Les ser­vices publics comme une richesse col­lec­tive à déve­lop­per, dans une cir­cons­crip­tion où de nom­breux bons emplois ont été abolis depuis les mesures d’austérité, que ce soit au CIUSSS, à l’UQAC, ou en édu­ca­tion en géné­ral ;

Le déve­lop­pe­ment urbain à échelle humaine dans l’arrondissement de Chicoutimi et dans la ville de Saguenay, mar­qués par la dévi­ta­li­sa­tion du centre-ville et l’étalement urbain.

L’axe prin­ci­pal du mes­sage était celui du chan­ge­ment.
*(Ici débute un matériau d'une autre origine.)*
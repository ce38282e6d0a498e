package verify

import (
	"encoding/json"
	"testing"

	"wellposed/checks/existence/certificate"
)

func clone(c *certificate.Certificate) *certificate.Certificate {
	b, _ := json.Marshal(c)
	var d certificate.Certificate
	_ = json.Unmarshal(b, &d)
	return &d
}

func TestMutations(t *testing.T) {
	overlap := &certificate.Certificate{Kind: certificate.KindCone, Cone: &certificate.Cone{Columns: 2, Overlap: true,
		Rows: [][]string{{"1", "1"}, {"-1", "-2"}, {"1", "3"}, {"-1", "-4"}}, Equal: []bool{false, false, false, false},
		Weights: []string{"1", "3", "3", "1"}}}
	direction := &certificate.Certificate{Kind: certificate.KindCone, Cone: &certificate.Cone{Columns: 2,
		Rows: [][]string{{"-1", "-1"}, {"1", "2"}, {"0", "0"}}, Equal: []bool{false, false, true}, Direction: []string{"-3/2", "1"}}}
	sums := &certificate.Certificate{Kind: certificate.KindConditions, Conditions: &certificate.Conditions{Finite: false,
		List: []certificate.Condition{{Text: "a + y > 0", Terms: []string{"0", "0"}}, {Text: "b + n − y > 0", Terms: []string{"0", "40"}, Holds: true}}}}
	ends := &certificate.Certificate{Kind: certificate.KindEnds, Ends: &certificate.Ends{Unknown: "p", Finite: true,
		Ends: []certificate.End{{At: "0", Side: 1, Power: "2", Finite: true, Parts: []certificate.Part{{From: "prior", Power: "-1"}, {From: "likelihood", Power: "3"}}},
			{At: "1", Side: -1, Power: "-1/2", Finite: true}}}}
	cases := []struct {
		name   string
		c      *certificate.Certificate
		exists bool
		break_ []func(c *certificate.Certificate)
	}{
		{"overlap", overlap, true, []func(c *certificate.Certificate){
			func(c *certificate.Certificate) { c.Cone.Weights[0] = "2" },
			func(c *certificate.Certificate) { c.Cone.Weights[0] = "-1" },
			func(c *certificate.Certificate) { c.Cone.Rows[1][1] = "-3" },
			func(c *certificate.Certificate) { c.Cone.Rows[1][1] = "x" },
			func(c *certificate.Certificate) { c.Cone.Columns = 3 },
			func(c *certificate.Certificate) { c.Cone.Rows = c.Cone.Rows[:3] },
			func(c *certificate.Certificate) { c.Cone.Overlap = false },
			func(c *certificate.Certificate) { c.Kind = certificate.KindEnds },
			func(c *certificate.Certificate) {
				c.Cone.Rows = [][]string{{"1", "1"}, {"-1", "-1"}}
				c.Cone.Equal, c.Cone.Weights = []bool{false, false}, []string{"1", "1"}
			},
		}},
		{"direction", direction, false, []func(c *certificate.Certificate){
			func(c *certificate.Certificate) { c.Cone.Direction[0] = "0" },
			func(c *certificate.Certificate) { c.Cone.Direction = []string{"0", "0"} },
			func(c *certificate.Certificate) { c.Cone.Rows[0][0] = "1" },
			func(c *certificate.Certificate) { c.Cone.Rows[2][0] = "1" },
			func(c *certificate.Certificate) { c.Cone.Direction = c.Cone.Direction[:1] },
		}},
		{"sums", sums, false, []func(c *certificate.Certificate){
			func(c *certificate.Certificate) { c.Conditions.List[0].Terms[0] = "1" },
			func(c *certificate.Certificate) { c.Conditions.List[0].Holds = true },
			func(c *certificate.Certificate) { c.Conditions.List = c.Conditions.List[1:] },
			func(c *certificate.Certificate) { c.Conditions.Finite = true },
		}},
		{"ends", ends, true, []func(c *certificate.Certificate){
			func(c *certificate.Certificate) { c.Ends.Ends[0].Power = "3" },
			func(c *certificate.Certificate) { c.Ends.Ends[1].Power = "-1" },
			func(c *certificate.Certificate) { c.Ends.Ends[0].Parts[0].Power = "-4" },
			func(c *certificate.Certificate) { c.Ends.Ends = c.Ends.Ends[:1] },
			func(c *certificate.Certificate) { c.Ends.Ends[1].At = "-1" },
			func(c *certificate.Certificate) { c.Ends.Ends[1].Rapid = 1 },
			func(c *certificate.Certificate) { c.Ends.Slice = true },
		}},
	}
	for _, c := range cases {
		if err := Verify(c.c, c.exists); err != nil {
			t.Errorf("%s: %v", c.name, err)
		}
		if Verify(c.c, !c.exists) == nil {
			t.Errorf("%s: accepted for the other verdict", c.name)
		}
		for i, f := range c.break_ {
			d := clone(c.c)
			f(d)
			if Verify(d, c.exists) == nil {
				t.Errorf("%s: mutation %d accepted", c.name, i)
			}
		}
	}
}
Nous per­ce­vions que ce thème était dans l’air, que la popu­la­tion vou­lait un chan­ge­ment de gou­ver­ne­ment, mais pas néces­sai­re­ment un chan­ge­ment de poli­tique. Notre mes­sage cher­chait aussi à contrer le vote dit utile en invi­tant les élec­trices et les élec­teurs à « faire avan­cer et mieux posi­tion­ner pour l’avenir l’option de chan­ge­ment en pro­fon­deur que repré­sente QS ».
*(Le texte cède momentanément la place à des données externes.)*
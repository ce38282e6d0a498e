package family

import "math"

// logBetaTails returns log I(a, b) and log(1 − I(a, b)) of the regularised
// incomplete beta function at x = expit(v), by the continued fraction of DLMF
// 8.17.22, used on the side of the mean where it converges.
func logBetaTails(a, b, v float64) (lower, upper float64) {
	logx, logy := -log1pexp(-v), -log1pexp(v)
	x := math.Exp(logx)
	if math.Exp(logy) == 0 || x == 0 || x < (a+1)/(a+b+2) {
		if math.Exp(logy) == 0 { // mirrored leading term
			upper = math.Min(0, b*logy-math.Log(b)-logBeta(a, b))
			return log1mexp(upper), upper
		}
		lower = math.Min(0, a*logx+b*logy-math.Log(a)-logBeta(a, b)+math.Log(betaFraction(a, b, x)))
		return lower, log1mexp(lower)
	}
	upper = math.Min(0, a*logx+b*logy-math.Log(b)-logBeta(a, b)+math.Log(betaFraction(b, a, math.Exp(logy))))
	return log1mexp(upper), upper
}

func log1pexp(u float64) float64 {
	if u > 0 {
		return u + math.Log1p(math.Exp(-u))
	}
	return math.Log1p(math.Exp(u))
}

func logBeta(a, b float64) float64 { return lgamma(a) + lgamma(b) - lgamma(a+b) }

// betaFraction evaluates the continued fraction by the modified Lentz method.
func betaFraction(a, b, x float64) float64 {
	const tiny = 1e-300
	guard := func(v float64) float64 {
		if math.Abs(v) < tiny {
			return tiny
		}
		return v
	}
	c, d := 1.0, 1/guard(1-(a+b)*x/(a+1))
	h := d
	for m := 1.0; m < 1e6; m++ {
		even := m * (b - m) * x / ((a + 2*m - 1) * (a + 2*m))
		d = 1 / guard(1+even*d)
		c = guard(1 + even/c)
		h *= d * c
		odd := -(a + m) * (a + b + m) * x / ((a + 2*m) * (a + 2*m + 1))
		d = 1 / guard(1+odd*d)
		c = guard(1 + odd/c)
		h *= d * c
		if math.Abs(d*c-1) < 3e-16 {
			break
		}
	}
	return h
}

// Beta is the Beta law, density x^(a−1) (1−x)^(b−1) / B(a, b) on (0, 1).
type Beta struct{ A, B float64 }

// NewBeta checks the parameters. Zero in either place is improper.
func NewBeta(a, b float64) (Beta, error) { return Beta{a, b}, positive("Beta", a, b) }

// LogTails returns the logarithms of the distribution and survival functions.
func (d Beta) LogTails(x float64) (lower, upper float64) {
	switch {
	case x <= 0:
		return math.Inf(-1), 0
	case x >= 1:
		return 0, math.Inf(-1)
	}
	return logBetaTails(d.A, d.B, math.Log(x)-math.Log1p(-x))
}

// LogitQuantile is the log odds of the p-quantile, 0 < p < 1; it stays finite
// where the quantile rounds to 0 or 1. NaN for other p.
func (d Beta) LogitQuantile(p float64) float64 {
	tails := func(v float64) (float64, float64) { return logBetaTails(d.A, d.B, v) }
	high := 1.0
	for high < 1e300 {
		lower, upper := tails(high)
		if p <= 0.5 && lower >= math.Log(p) || p > 0.5 && upper <= math.Log1p(-p) {
			break
		}
		high *= 2
	}
	return solve(p, tails, high)
}

// Quantile is the p-quantile.
func (d Beta) Quantile(p float64) float64 { return math.Exp(-log1pexp(-d.LogitQuantile(p))) }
Si l’on en croit les com­men­taires et rétro­ac­tions, nous avons bien livré notre mes­sage par le biais de nom­breuses acti­vi­tés :

une quin­zaine de sor­ties média­tiques, cer­taines en com­pa­gnie d’autres can­di­dates et can­di­dats de la région ;

plu­sieurs entre­vues, sur­tout à la radio publique ;

la par­ti­ci­pa­tion à une tren­taine d’événements, mani­fes­ta­tions, ren­contres d’organismes ;

quelques assem­blées de cui­sine avec des indé­cis et des indé­cises ;

la par­ti­ci­pa­tion à sept débats, dont deux dif­fu­sés à la télé­vi­sion et sur le Web ;

l’utilisation inten­sive des réseaux sociaux ;

des acti­vi­tés par­ti­sanes (un 5 à 7 de lan­ce­ment et un ras­sem­ble­ment à l’occasion du pas­sage du porte-parole natio­nal).

Les points faibles

Le Comité de coor­di­na­tion de la cam­pagne a sou­li­gné quelques fai­blesses :

cer­tains postes n’ont pas été pour­vus ou ont été occu­pés par des res­pon­sables insuf­fi­sam­ment formés ou moti­vés. Le recru­te­ment et la for­ma­tion des res­pon­sables ont fait défaut ;

comme le natio­nal nous a inci­tés à ne pas poin­ter à partir de la liste élec­to­rale, mais sur­tout à partir de notre liste de contacts, puis de celle des sym­pa­thi­santes et sym­pa­thi­sants poin­tés en 2016, cette der­nière liste n’a été pro­duite qu’en fin de cam­pagne et n’a presque pas été uti­li­sée ;

l’équipe en place a eu ten­dance à rester à la remorque des offres de béné­vo­lat sans aller vers les membres et sym­pa­thi­sants pour leur deman­der de s’impliquer.

Conclusion

Si nous vou­lons conser­ver notre per­ti­nence et conti­nuer d’accroître nos appuis, nous devons rele­ver le défi et conso­li­der notre asso­cia­tion locale, assu­rer une plus grande pré­sence et un enga­ge­ment actif aux côtés des mou­ve­ments sociaux, et mieux maî­tri­ser les règles de la lutte élec­to­rale.